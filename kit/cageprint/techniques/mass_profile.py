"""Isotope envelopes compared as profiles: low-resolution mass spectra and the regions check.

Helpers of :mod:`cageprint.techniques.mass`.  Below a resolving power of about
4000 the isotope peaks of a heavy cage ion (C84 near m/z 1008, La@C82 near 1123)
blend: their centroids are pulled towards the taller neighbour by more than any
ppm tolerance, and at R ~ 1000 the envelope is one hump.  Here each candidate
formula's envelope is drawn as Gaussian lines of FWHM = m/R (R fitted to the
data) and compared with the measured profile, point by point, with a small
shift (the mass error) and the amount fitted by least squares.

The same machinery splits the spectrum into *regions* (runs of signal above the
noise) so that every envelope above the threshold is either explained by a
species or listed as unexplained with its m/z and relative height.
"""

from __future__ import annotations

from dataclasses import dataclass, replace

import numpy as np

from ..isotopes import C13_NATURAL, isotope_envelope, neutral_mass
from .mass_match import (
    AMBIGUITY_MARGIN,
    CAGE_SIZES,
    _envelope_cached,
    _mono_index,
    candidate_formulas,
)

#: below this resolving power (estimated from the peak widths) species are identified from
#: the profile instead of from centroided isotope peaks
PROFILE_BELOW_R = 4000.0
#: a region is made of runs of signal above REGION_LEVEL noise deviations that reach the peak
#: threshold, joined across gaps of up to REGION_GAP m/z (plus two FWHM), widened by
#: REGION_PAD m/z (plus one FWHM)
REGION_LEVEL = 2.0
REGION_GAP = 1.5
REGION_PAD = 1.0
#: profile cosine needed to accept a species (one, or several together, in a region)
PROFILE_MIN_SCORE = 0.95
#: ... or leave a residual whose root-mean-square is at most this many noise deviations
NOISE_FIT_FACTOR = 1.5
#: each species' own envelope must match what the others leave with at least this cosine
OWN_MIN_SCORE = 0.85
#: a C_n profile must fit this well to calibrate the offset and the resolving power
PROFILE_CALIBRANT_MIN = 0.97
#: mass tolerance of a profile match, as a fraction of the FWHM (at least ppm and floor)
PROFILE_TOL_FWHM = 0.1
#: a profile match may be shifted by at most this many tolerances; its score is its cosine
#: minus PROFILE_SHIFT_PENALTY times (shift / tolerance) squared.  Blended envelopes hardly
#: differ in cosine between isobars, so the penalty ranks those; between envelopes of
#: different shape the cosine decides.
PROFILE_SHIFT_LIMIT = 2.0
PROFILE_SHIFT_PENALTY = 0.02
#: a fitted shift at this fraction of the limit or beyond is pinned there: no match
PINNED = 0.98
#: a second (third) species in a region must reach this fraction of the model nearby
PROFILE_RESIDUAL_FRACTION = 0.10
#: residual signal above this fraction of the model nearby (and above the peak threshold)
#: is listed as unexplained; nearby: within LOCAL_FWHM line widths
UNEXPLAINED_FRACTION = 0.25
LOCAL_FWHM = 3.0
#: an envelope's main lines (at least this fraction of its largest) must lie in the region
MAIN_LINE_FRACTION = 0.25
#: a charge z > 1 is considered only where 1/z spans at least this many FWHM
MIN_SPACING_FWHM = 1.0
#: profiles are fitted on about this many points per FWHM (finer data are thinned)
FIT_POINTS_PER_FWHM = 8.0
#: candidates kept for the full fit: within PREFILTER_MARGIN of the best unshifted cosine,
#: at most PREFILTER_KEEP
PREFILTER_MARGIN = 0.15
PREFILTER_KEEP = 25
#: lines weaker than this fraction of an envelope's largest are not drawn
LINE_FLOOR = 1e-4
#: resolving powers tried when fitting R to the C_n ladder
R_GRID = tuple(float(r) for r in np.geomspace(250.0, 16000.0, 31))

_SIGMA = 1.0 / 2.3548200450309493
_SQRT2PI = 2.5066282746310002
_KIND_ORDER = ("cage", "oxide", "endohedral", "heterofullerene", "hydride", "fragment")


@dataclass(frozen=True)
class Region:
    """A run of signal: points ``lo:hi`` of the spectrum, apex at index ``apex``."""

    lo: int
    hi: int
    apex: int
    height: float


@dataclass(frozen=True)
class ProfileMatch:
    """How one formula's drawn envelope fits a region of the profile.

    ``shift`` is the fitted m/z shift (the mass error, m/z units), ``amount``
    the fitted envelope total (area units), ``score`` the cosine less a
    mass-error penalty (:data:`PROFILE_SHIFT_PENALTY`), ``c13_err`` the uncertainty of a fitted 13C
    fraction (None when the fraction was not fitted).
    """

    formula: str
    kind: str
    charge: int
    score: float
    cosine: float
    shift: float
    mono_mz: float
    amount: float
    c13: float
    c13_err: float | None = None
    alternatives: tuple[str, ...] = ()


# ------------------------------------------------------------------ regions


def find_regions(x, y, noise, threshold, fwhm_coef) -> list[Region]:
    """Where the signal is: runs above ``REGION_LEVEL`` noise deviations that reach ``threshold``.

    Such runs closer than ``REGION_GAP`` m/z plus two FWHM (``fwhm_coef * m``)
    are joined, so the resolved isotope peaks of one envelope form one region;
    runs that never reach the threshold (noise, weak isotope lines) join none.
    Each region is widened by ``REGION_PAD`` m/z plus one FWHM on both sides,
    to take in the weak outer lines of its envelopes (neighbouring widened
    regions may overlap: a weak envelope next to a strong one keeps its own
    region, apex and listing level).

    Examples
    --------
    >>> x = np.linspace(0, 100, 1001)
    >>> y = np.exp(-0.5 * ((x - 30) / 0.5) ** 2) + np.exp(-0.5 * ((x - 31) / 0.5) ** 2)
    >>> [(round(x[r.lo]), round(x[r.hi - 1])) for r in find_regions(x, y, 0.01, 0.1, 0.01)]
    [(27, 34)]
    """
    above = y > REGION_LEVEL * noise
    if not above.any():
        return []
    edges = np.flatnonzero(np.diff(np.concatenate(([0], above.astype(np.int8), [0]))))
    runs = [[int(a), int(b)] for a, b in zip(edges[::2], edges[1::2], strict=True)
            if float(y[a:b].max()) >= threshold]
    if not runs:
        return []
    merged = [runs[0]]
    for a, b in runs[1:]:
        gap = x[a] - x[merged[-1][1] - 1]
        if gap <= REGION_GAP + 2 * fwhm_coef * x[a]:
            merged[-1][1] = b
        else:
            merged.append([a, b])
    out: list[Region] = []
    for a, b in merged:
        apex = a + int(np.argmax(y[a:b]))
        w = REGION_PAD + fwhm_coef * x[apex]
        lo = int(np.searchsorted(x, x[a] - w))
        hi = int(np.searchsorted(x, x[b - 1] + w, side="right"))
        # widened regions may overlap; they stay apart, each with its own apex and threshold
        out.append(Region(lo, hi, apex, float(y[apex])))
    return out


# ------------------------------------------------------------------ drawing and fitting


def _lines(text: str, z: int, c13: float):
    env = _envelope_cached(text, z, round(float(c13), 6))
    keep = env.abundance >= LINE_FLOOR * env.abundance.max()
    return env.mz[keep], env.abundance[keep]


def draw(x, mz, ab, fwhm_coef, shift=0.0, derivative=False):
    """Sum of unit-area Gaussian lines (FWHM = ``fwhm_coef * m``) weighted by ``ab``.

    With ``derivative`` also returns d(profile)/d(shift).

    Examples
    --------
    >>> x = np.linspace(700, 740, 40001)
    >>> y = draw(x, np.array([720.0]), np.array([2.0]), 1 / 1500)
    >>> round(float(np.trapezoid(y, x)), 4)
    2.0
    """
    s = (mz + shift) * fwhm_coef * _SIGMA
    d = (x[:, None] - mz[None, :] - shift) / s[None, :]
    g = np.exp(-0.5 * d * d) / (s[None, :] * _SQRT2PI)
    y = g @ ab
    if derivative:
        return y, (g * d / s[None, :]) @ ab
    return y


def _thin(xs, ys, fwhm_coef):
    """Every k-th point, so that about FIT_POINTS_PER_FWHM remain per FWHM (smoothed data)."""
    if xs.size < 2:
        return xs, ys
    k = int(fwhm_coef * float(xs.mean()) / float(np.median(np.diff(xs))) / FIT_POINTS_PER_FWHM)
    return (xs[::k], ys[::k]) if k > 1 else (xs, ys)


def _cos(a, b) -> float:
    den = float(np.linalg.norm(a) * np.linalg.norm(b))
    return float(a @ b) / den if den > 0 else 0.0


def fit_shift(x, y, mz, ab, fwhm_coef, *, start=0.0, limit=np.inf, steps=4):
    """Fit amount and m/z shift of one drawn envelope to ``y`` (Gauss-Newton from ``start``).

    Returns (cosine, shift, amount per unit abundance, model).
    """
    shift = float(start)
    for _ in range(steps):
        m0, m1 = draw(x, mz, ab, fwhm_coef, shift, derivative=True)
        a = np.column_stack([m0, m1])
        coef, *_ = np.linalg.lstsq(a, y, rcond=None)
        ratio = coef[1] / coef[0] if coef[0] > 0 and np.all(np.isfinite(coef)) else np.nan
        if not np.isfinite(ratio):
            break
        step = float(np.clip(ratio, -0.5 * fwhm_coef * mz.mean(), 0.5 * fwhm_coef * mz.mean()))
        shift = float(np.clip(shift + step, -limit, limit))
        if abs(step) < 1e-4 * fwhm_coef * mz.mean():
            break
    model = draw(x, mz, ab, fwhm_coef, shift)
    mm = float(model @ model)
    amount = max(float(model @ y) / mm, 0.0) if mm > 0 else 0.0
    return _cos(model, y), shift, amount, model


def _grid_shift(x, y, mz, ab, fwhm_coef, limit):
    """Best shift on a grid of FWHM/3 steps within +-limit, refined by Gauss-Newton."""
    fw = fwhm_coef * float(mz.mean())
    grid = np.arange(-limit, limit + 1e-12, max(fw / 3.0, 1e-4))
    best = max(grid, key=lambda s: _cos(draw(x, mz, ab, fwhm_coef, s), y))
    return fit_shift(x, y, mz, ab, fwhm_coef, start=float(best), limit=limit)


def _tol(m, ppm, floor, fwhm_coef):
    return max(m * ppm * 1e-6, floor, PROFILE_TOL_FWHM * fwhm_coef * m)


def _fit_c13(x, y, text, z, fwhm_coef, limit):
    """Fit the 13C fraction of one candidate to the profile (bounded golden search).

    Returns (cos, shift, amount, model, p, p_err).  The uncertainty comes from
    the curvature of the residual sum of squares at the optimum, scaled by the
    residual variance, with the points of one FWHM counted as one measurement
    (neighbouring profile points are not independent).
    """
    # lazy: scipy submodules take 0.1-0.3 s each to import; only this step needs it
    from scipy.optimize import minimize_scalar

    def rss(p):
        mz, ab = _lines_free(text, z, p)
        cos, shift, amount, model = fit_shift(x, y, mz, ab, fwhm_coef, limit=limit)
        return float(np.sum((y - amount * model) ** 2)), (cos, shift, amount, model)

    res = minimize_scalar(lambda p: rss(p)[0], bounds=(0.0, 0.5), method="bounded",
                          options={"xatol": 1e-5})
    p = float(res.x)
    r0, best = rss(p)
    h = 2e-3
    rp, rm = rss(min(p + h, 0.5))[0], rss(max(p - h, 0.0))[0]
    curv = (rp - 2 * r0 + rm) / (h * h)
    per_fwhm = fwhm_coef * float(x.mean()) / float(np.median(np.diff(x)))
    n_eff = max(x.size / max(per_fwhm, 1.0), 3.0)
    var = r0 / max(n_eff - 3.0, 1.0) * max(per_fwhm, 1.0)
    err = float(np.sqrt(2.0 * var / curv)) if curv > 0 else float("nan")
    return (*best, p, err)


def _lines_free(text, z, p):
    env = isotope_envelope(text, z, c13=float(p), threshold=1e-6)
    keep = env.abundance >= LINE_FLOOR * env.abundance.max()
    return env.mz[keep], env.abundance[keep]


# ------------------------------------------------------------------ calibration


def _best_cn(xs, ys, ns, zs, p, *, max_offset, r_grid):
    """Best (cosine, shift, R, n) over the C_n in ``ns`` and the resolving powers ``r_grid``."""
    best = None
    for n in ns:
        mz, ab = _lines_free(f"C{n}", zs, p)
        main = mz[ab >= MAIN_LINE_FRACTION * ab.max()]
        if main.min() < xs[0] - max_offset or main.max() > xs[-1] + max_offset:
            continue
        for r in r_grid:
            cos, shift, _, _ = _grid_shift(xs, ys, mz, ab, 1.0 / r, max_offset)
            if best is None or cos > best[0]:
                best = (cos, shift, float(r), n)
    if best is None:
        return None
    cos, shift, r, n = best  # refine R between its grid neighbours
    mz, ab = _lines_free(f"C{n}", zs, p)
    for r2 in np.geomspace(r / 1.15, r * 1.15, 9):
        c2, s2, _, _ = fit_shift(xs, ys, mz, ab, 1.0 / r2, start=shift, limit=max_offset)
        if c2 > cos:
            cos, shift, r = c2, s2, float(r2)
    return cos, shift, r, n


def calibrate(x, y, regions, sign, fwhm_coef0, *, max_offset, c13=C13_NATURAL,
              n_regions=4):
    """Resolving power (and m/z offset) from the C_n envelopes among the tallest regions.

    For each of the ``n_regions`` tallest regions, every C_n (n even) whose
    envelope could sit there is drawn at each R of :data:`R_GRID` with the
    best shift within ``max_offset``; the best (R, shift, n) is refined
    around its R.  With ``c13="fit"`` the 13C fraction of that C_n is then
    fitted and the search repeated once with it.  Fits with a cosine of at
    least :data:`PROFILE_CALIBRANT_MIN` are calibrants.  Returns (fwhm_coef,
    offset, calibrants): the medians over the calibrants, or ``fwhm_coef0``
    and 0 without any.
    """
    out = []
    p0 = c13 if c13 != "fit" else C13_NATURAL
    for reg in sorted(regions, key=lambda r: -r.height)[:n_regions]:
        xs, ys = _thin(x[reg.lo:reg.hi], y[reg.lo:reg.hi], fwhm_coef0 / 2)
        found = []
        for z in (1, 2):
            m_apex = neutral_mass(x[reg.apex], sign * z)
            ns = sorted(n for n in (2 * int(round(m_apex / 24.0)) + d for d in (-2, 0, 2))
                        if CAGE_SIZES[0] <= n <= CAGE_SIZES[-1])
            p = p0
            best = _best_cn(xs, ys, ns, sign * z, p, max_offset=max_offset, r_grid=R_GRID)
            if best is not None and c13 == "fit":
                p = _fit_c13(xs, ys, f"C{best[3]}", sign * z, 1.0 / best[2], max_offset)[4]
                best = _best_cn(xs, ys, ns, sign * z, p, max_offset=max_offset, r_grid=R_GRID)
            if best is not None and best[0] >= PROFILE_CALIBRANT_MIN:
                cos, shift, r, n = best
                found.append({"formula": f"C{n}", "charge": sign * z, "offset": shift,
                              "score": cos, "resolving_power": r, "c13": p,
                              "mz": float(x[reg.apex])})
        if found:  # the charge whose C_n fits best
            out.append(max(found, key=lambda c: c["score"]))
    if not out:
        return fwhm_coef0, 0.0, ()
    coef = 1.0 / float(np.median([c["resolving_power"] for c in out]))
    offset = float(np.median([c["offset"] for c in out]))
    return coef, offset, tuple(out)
━━━━━━━━━━━━━━━━━━━━━━━━━━━━━━
Out of the material above, output word for word the line with "from .mass_match import", the line with "#: ... or leave", and all lines between them, with nothing else.

-- PROBLEM SOLUTION --
from .mass_match import (
    AMBIGUITY_MARGIN,
    CAGE_SIZES,
    _envelope_cached,
    _mono_index,
    candidate_formulas,
)

#: below this resolving power (estimated from the peak widths) species are identified from
#: the profile instead of from centroided isotope peaks
PROFILE_BELOW_R = 4000.0
#: a region is made of runs of signal above REGION_LEVEL noise deviations that reach the peak
#: threshold, joined across gaps of up to REGION_GAP m/z (plus two FWHM), widened by
#: REGION_PAD m/z (plus one FWHM)
REGION_LEVEL = 2.0
REGION_GAP = 1.5
REGION_PAD = 1.0
#: profile cosine needed to accept a species (one, or several together, in a region)
PROFILE_MIN_SCORE = 0.95
#: ... or leave a residual whose root-mean-square is at most this many noise deviations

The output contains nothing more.